Work to be completed: Repeat the records. Leave nothing out.

• • •

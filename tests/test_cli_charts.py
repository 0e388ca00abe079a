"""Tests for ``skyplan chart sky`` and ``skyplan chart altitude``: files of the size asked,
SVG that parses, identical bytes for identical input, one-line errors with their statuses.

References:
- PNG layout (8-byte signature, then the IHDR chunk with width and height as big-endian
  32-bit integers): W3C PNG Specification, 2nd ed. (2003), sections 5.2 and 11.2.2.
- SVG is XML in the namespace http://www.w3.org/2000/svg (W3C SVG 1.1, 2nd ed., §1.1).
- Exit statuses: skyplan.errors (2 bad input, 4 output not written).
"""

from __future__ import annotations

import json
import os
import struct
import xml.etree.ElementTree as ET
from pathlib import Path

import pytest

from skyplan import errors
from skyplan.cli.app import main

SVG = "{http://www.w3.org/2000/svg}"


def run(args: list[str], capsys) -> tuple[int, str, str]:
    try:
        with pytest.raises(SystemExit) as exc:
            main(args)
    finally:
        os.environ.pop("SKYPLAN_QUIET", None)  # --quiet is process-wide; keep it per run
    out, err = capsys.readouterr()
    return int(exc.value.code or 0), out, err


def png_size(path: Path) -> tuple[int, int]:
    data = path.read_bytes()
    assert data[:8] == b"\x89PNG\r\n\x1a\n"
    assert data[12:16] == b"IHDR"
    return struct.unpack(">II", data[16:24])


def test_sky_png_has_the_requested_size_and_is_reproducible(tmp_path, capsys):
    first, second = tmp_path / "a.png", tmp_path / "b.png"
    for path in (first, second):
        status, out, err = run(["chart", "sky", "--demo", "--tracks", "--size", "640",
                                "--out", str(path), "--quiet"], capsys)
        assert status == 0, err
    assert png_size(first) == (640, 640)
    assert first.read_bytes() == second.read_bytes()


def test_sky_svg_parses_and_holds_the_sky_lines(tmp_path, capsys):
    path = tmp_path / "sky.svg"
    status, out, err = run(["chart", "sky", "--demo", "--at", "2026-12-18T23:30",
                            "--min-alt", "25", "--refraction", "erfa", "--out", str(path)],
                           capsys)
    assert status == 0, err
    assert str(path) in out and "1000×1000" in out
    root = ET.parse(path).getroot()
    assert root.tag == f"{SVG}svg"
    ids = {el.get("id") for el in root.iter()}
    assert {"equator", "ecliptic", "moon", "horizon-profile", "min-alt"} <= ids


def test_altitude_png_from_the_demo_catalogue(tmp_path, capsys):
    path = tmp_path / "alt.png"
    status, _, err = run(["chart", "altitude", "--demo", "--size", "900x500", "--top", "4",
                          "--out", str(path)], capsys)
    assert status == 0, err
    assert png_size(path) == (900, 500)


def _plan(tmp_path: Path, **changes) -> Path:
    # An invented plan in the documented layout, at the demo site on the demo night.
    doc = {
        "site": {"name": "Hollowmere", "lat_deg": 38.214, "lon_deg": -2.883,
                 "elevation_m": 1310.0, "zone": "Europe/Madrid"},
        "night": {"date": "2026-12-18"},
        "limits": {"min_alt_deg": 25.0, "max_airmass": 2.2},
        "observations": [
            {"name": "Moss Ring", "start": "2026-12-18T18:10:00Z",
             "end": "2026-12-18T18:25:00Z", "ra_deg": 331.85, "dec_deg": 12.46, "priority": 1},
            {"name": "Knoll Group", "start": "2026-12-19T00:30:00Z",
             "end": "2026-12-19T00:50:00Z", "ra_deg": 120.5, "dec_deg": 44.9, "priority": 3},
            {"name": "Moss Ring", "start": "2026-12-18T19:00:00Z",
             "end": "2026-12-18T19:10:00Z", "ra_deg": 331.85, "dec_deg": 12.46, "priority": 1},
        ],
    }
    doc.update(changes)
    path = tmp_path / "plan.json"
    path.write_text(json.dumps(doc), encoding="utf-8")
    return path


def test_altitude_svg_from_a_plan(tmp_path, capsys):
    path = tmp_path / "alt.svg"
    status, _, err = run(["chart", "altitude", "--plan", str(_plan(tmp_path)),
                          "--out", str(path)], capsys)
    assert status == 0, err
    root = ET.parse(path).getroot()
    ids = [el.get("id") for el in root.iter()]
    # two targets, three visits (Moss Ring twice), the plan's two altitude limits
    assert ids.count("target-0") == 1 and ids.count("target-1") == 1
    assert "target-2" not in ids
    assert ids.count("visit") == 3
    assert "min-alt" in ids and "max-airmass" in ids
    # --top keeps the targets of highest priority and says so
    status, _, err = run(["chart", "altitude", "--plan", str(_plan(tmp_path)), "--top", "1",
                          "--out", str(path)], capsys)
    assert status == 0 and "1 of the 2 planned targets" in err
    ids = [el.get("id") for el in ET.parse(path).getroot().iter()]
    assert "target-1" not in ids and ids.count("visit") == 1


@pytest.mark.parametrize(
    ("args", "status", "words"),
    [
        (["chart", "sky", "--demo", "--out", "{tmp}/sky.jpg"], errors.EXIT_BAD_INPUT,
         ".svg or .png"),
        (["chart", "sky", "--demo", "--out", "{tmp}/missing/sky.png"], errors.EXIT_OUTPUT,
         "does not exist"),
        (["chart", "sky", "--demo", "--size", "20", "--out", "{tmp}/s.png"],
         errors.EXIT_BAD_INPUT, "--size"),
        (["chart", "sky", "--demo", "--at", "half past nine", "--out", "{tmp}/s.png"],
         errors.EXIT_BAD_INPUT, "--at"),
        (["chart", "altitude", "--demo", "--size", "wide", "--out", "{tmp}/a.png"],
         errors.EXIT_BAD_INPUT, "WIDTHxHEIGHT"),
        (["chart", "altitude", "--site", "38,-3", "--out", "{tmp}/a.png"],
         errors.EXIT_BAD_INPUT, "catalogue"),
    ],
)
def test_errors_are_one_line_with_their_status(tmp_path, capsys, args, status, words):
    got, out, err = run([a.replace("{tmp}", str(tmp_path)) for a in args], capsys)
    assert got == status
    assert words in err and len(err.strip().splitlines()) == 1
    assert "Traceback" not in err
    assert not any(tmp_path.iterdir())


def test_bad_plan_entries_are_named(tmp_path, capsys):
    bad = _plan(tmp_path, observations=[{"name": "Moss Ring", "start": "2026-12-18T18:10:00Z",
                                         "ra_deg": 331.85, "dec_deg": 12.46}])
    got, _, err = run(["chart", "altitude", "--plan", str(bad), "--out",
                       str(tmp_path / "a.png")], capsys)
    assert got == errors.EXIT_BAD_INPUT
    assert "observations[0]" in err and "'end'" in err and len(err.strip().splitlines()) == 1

• • •

Answer section:
filename tests/test_cli_charts.py
repository 0e388ca00abe079a
"""Tests for ``skyplan chart sky`` and ``skyplan chart altitude``: files of the size asked,
SVG that parses, identical bytes for identical input, one-line errors with their statuses.

References:
- PNG layout (8-byte signature, then the IHDR chunk with width and height as big-endian
  32-bit integers): W3C PNG Specification, 2nd ed. (2003), sections 5.2 and 11.2.2.
- SVG is XML in the namespace http://www.w3.org/2000/svg (W3C SVG 1.1, 2nd ed., §1.1).
- Exit statuses: skyplan.errors (2 bad input, 4 output not written).
"""

from __future__ import annotations

import json
import os
import struct
import xml.etree.ElementTree as ET
from pathlib import Path

import pytest

from skyplan import errors
from skyplan.cli.app import main

SVG = "{http://www.w3.org/2000/svg}"


def run(args: list[str], capsys) -> tuple[int, str, str]:
    try:
        with pytest.raises(SystemExit) as exc:
            main(args)
    finally:
        os.environ.pop("SKYPLAN_QUIET", None)  # --quiet is process-wide; keep it per run
    out, err = capsys.readouterr()
    return int(exc.value.code or 0), out, err


def png_size(path: Path) -> tuple[int, int]:
    data = path.read_bytes()
    assert data[:8] == b"\x89PNG\r\n\x1a\n"
    assert data[12:16] == b"IHDR"
    return struct.unpack(">II", data[16:24])


def test_sky_png_has_the_requested_size_and_is_reproducible(tmp_path, capsys):
    first, second = tmp_path / "a.png", tmp_path / "b.png"
    for path in (first, second):
        status, out, err = run(["chart", "sky", "--demo", "--tracks", "--size", "640",
                                "--out", str(path), "--quiet"], capsys)
        assert status == 0, err
    assert png_size(first) == (640, 640)
    assert first.read_bytes() == second.read_bytes()


def test_sky_svg_parses_and_holds_the_sky_lines(tmp_path, capsys):
    path = tmp_path / "sky.svg"
    status, out, err = run(["chart", "sky", "--demo", "--at", "2026-12-18T23:30",
                            "--min-alt", "25", "--refraction", "erfa", "--out", str(path)],
                           capsys)
    assert status == 0, err
    assert str(path) in out and "1000×1000" in out
    root = ET.parse(path).getroot()
    assert root.tag == f"{SVG}svg"
    ids = {el.get("id") for el in root.iter()}
    assert {"equator", "ecliptic", "moon", "horizon-profile", "min-alt"} <= ids


def test_altitude_png_from_the_demo_catalogue(tmp_path, capsys):
    path = tmp_path / "alt.png"
    status, _, err = run(["chart", "altitude", "--demo", "--size", "900x500", "--top", "4",
                          "--out", str(path)], capsys)
    assert status == 0, err
    assert png_size(path) == (900, 500)


def _plan(tmp_path: Path, **changes) -> Path:
    # An invented plan in the documented layout, at the demo site on the demo night.
    doc = {
        "site": {"name": "Hollowmere", "lat_deg": 38.214, "lon_deg": -2.883,
                 "elevation_m": 1310.0, "zone": "Europe/Madrid"},
        "night": {"date": "2026-12-18"},
        "limits": {"min_alt_deg": 25.0, "max_airmass": 2.2},
        "observations": [
            {"name": "Moss Ring", "start": "2026-12-18T18:10:00Z",
             "end": "2026-12-18T18:25:00Z", "ra_deg": 331.85, "dec_deg": 12.46, "priority": 1},
            {"name": "Knoll Group", "start": "2026-12-19T00:30:00Z",
             "end": "2026-12-19T00:50:00Z", "ra_deg": 120.5, "dec_deg": 44.9, "priority": 3},
            {"name": "Moss Ring", "start": "2026-12-18T19:00:00Z",
             "end": "2026-12-18T19:10:00Z", "ra_deg": 331.85, "dec_deg": 12.46, "priority": 1},
        ],
    }
    doc.update(changes)
    path = tmp_path / "plan.json"
    path.write_text(json.dumps(doc), encoding="utf-8")
    return path


def test_altitude_svg_from_a_plan(tmp_path, capsys):
    path = tmp_path / "alt.svg"
    status, _, err = run(["chart", "altitude", "--plan", str(_plan(tmp_path)),
                          "--out", str(path)], capsys)
    assert status == 0, err
    root = ET.parse(path).getroot()
    ids = [el.get("id") for el in root.iter()]
    # two targets, three visits (Moss Ring twice), the plan's two altitude limits
    assert ids.count("target-0") == 1 and ids.count("target-1") == 1
    assert "target-2" not in ids
    assert ids.count("visit") == 3
    assert "min-alt" in ids and "max-airmass" in ids
    # --top keeps the targets of highest priority and says so
    status, _, err = run(["chart", "altitude", "--plan", str(_plan(tmp_path)), "--top", "1",
                          "--out", str(path)], capsys)
    assert status == 0 and "1 of the 2 planned targets" in err
    ids = [el.get("id") for el in ET.parse(path).getroot().iter()]
    assert "target-1" not in ids and ids.count("visit") == 1


@pytest.mark.parametrize(
    ("args", "status", "words"),
    [
        (["chart", "sky", "--demo", "--out", "{tmp}/sky.jpg"], errors.EXIT_BAD_INPUT,
         ".svg or .png"),
        (["chart", "sky", "--demo", "--out", "{tmp}/missing/sky.png"], errors.EXIT_OUTPUT,
         "does not exist"),
        (["chart", "sky", "--demo", "--size", "20", "--out", "{tmp}/s.png"],
         errors.EXIT_BAD_INPUT, "--size"),
        (["chart", "sky", "--demo", "--at", "half past nine", "--out", "{tmp}/s.png"],
         errors.EXIT_BAD_INPUT, "--at"),
        (["chart", "altitude", "--demo", "--size", "wide", "--out", "{tmp}/a.png"],
         errors.EXIT_BAD_INPUT, "WIDTHxHEIGHT"),
        (["chart", "altitude", "--site", "38,-3", "--out", "{tmp}/a.png"],
         errors.EXIT_BAD_INPUT, "catalogue"),
    ],
)
def test_errors_are_one_line_with_their_status(tmp_path, capsys, args, status, words):
    got, out, err = run([a.replace("{tmp}", str(tmp_path)) for a in args], capsys)
    assert got == status
    assert words in err and len(err.strip().splitlines()) == 1
    assert "Traceback" not in err
    assert not any(tmp_path.iterdir())


def test_bad_plan_entries_are_named(tmp_path, capsys):
    bad = _plan(tmp_path, observations=[{"name": "Moss Ring", "start": "2026-12-18T18:10:00Z",
                                         "ra_deg": 331.85, "dec_deg": 12.46}])
    got, _, err = run(["chart", "altitude", "--plan", str(bad), "--out",
                       str(tmp_path / "a.png")], capsys)
    assert got == errors.EXIT_BAD_INPUT
    assert "observations[0]" in err and "'end'" in err and len(err.strip().splitlines()) == 1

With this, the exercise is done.